Whenever a line below holds the word "ElevationDeg", copy that line.

----

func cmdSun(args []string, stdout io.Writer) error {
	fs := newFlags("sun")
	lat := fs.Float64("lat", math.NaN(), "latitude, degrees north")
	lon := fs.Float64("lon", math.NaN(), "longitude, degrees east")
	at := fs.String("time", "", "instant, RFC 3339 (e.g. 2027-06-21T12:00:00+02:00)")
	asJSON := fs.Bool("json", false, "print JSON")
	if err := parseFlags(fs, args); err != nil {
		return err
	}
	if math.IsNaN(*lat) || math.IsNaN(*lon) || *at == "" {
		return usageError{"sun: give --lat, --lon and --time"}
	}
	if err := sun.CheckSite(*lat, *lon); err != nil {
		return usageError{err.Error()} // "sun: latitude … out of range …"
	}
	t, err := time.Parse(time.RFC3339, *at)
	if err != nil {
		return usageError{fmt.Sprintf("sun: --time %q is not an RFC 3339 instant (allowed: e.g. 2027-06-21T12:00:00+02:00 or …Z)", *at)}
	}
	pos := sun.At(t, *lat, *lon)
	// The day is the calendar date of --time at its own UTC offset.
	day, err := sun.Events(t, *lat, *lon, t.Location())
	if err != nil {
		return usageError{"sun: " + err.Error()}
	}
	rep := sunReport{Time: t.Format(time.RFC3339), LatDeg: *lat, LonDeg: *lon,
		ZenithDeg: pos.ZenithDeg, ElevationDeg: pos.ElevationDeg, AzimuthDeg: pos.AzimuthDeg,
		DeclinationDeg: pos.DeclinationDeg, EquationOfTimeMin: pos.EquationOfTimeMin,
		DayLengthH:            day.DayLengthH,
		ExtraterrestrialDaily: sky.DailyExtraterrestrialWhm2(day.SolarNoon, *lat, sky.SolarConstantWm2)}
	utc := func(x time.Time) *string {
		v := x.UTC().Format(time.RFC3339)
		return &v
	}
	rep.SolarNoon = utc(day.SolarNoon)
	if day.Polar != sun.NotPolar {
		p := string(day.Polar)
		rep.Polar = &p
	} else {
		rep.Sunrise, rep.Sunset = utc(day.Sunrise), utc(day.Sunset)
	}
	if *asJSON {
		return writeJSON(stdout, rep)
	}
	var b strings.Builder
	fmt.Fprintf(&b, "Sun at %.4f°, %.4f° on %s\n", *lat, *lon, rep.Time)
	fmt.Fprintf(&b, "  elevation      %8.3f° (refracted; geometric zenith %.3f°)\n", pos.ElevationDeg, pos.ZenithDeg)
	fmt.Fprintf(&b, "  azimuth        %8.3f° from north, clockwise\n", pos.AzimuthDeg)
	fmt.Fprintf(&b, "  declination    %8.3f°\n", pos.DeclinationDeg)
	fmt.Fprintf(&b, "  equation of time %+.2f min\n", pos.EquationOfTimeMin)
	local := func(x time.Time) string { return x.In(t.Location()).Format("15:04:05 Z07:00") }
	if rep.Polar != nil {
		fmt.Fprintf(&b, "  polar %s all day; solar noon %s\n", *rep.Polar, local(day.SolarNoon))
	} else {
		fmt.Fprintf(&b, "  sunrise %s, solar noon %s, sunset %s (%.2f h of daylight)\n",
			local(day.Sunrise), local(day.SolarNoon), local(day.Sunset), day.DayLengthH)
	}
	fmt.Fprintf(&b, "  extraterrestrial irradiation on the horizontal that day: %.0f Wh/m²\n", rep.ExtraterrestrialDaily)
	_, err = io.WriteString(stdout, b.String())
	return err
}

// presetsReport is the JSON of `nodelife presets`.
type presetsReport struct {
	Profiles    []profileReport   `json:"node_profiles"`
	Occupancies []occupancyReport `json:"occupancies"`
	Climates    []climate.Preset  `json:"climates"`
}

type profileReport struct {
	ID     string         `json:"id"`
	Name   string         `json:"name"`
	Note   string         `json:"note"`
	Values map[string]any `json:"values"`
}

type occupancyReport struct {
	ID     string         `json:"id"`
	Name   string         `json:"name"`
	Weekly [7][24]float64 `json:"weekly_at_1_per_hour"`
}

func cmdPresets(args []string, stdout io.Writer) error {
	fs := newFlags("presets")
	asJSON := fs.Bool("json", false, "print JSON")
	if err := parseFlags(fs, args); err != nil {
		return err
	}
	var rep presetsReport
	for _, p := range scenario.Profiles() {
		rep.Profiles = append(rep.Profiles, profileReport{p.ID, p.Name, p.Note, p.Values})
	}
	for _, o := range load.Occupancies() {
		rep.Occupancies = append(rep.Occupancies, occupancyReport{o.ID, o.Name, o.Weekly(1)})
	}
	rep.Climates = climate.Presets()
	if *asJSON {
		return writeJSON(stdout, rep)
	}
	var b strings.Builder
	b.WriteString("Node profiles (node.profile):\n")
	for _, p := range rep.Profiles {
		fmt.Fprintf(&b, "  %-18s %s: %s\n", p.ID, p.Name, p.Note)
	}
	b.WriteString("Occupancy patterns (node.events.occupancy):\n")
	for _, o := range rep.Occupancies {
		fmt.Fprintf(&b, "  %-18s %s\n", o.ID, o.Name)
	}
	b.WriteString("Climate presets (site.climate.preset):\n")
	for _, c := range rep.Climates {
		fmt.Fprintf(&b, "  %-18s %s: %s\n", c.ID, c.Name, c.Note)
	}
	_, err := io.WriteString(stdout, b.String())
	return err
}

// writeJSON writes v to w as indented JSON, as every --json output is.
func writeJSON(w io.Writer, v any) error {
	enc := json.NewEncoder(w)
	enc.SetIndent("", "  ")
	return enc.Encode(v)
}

----

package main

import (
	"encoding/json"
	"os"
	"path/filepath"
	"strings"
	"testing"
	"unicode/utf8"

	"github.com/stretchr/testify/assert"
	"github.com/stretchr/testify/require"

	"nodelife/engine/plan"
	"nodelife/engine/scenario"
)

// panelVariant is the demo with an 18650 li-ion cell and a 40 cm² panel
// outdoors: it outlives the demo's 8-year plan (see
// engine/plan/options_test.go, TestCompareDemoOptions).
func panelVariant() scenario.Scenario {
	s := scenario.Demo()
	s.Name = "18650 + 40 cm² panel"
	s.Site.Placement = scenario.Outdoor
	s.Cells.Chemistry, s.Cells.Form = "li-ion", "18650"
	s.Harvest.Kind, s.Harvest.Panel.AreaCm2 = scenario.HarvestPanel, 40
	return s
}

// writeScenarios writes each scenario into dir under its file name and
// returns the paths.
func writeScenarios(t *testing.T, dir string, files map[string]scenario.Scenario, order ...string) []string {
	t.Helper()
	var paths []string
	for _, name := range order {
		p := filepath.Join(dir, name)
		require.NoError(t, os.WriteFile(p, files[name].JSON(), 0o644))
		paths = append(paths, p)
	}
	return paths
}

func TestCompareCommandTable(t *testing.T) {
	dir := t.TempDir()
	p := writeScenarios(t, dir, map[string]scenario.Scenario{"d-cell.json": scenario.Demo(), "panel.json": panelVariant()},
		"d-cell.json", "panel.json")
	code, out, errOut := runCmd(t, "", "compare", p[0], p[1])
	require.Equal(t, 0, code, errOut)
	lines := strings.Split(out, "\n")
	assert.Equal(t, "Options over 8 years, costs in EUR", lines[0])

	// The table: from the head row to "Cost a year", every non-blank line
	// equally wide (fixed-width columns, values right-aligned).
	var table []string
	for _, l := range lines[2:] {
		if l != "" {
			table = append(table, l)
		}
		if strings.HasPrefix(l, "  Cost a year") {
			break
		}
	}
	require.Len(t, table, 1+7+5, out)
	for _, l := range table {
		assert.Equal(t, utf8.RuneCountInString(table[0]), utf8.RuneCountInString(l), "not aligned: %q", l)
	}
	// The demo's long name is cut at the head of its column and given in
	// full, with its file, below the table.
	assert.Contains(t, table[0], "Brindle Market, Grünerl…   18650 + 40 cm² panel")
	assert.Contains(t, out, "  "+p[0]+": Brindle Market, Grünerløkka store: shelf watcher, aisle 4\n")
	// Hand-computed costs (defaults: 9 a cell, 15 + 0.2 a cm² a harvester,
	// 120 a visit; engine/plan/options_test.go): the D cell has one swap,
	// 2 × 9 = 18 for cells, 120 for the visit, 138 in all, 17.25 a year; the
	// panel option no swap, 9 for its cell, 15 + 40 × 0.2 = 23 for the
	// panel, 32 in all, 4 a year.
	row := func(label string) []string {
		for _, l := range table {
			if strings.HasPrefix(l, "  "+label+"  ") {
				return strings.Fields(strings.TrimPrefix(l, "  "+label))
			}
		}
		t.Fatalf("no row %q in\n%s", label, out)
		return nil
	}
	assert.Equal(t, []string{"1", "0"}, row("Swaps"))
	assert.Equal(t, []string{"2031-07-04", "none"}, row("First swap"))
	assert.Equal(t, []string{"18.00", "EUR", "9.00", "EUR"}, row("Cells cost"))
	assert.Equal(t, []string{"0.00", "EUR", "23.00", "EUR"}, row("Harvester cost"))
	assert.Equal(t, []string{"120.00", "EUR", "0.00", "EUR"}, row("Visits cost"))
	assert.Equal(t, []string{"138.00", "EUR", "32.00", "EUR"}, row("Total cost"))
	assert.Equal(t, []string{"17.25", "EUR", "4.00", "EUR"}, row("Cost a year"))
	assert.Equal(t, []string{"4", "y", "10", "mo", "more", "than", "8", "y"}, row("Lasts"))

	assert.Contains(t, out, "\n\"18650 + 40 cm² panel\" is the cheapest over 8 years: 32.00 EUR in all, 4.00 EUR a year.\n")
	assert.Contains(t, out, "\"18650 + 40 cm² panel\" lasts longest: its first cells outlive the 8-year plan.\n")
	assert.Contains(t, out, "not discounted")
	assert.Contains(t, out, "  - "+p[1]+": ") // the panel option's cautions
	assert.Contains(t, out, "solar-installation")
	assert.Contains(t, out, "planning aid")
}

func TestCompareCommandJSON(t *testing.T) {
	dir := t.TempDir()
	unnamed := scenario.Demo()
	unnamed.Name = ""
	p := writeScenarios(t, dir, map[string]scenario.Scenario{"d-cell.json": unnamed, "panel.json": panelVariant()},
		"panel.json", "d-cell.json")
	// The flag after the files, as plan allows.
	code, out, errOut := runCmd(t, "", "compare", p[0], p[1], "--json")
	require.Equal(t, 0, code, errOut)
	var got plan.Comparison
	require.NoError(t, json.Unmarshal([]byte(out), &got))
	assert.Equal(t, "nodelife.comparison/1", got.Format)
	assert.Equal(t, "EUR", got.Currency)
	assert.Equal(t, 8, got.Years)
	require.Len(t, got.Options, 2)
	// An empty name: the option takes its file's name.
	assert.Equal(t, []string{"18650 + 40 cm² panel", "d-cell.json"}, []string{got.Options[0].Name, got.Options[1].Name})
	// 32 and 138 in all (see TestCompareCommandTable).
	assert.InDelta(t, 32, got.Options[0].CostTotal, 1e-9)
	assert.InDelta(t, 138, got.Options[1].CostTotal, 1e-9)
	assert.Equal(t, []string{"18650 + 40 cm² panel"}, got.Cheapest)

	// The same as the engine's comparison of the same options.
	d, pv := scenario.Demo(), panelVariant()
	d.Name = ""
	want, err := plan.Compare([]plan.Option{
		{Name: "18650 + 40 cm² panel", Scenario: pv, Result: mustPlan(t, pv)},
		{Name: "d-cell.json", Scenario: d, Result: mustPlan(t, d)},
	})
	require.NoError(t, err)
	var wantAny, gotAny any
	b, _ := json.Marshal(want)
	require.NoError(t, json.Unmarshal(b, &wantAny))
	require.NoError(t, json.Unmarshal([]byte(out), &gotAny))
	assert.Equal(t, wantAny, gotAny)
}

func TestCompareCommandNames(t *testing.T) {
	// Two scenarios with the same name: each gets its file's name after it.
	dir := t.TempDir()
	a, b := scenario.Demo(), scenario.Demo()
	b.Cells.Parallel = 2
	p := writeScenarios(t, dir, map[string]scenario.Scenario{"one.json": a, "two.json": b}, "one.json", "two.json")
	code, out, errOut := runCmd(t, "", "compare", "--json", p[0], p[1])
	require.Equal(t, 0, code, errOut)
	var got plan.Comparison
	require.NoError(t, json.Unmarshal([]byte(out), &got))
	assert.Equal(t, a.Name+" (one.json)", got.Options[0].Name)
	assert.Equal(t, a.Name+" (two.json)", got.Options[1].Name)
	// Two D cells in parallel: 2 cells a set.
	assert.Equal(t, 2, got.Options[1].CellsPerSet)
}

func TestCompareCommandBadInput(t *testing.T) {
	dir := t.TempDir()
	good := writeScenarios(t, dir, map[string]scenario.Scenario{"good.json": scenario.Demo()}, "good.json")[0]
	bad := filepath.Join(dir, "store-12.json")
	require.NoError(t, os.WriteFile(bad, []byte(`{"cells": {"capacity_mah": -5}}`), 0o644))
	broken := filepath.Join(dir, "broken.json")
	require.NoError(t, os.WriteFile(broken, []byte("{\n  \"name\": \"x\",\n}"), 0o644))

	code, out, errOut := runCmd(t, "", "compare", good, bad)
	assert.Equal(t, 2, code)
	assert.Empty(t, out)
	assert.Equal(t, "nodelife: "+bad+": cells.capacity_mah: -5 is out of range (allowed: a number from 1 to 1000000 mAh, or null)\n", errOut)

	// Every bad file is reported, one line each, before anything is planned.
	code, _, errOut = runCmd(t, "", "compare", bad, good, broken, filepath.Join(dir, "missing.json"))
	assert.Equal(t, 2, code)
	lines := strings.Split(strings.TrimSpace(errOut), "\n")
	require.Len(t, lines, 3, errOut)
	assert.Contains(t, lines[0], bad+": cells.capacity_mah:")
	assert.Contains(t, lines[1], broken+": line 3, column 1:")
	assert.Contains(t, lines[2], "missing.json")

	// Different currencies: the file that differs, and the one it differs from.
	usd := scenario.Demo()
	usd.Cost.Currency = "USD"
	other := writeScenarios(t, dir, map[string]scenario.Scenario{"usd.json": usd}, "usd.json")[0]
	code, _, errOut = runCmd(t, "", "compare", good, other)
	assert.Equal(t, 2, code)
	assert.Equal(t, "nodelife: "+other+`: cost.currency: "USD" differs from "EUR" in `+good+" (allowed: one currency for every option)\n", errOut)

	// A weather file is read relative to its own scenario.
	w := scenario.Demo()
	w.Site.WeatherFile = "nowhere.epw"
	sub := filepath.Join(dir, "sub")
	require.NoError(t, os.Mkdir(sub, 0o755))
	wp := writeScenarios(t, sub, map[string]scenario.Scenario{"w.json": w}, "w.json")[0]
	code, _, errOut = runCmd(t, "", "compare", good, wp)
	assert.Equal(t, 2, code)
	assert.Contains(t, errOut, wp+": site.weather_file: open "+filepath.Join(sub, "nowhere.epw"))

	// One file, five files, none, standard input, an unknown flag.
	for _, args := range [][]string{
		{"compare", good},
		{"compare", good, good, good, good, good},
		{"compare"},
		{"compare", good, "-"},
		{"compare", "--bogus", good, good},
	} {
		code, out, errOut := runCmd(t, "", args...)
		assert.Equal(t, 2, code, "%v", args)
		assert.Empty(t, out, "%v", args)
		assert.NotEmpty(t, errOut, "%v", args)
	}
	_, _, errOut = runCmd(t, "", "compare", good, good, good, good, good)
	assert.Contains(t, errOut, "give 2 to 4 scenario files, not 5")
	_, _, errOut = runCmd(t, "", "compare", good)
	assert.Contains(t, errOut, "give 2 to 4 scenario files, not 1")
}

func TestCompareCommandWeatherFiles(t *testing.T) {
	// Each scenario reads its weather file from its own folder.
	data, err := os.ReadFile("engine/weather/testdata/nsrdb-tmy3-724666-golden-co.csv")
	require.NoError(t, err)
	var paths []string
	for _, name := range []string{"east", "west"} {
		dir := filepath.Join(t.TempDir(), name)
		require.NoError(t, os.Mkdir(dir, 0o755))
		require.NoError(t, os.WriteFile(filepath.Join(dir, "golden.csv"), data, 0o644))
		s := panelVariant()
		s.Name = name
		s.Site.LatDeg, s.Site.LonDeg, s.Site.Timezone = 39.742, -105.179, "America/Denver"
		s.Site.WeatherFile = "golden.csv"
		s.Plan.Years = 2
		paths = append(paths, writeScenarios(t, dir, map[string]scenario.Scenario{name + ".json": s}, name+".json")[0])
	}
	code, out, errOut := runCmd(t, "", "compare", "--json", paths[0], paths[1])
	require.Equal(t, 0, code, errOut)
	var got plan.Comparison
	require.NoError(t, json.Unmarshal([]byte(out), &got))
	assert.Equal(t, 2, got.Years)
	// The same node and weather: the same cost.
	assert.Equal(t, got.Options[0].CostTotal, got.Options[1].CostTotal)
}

----

TASK ANSWER
		ZenithDeg: pos.ZenithDeg, ElevationDeg: pos.ElevationDeg, AzimuthDeg: pos.AzimuthDeg,
	fmt.Fprintf(&b, "  elevation      %8.3f° (refracted; geometric zenith %.3f°)\n", pos.ElevationDeg, pos.ZenithDeg)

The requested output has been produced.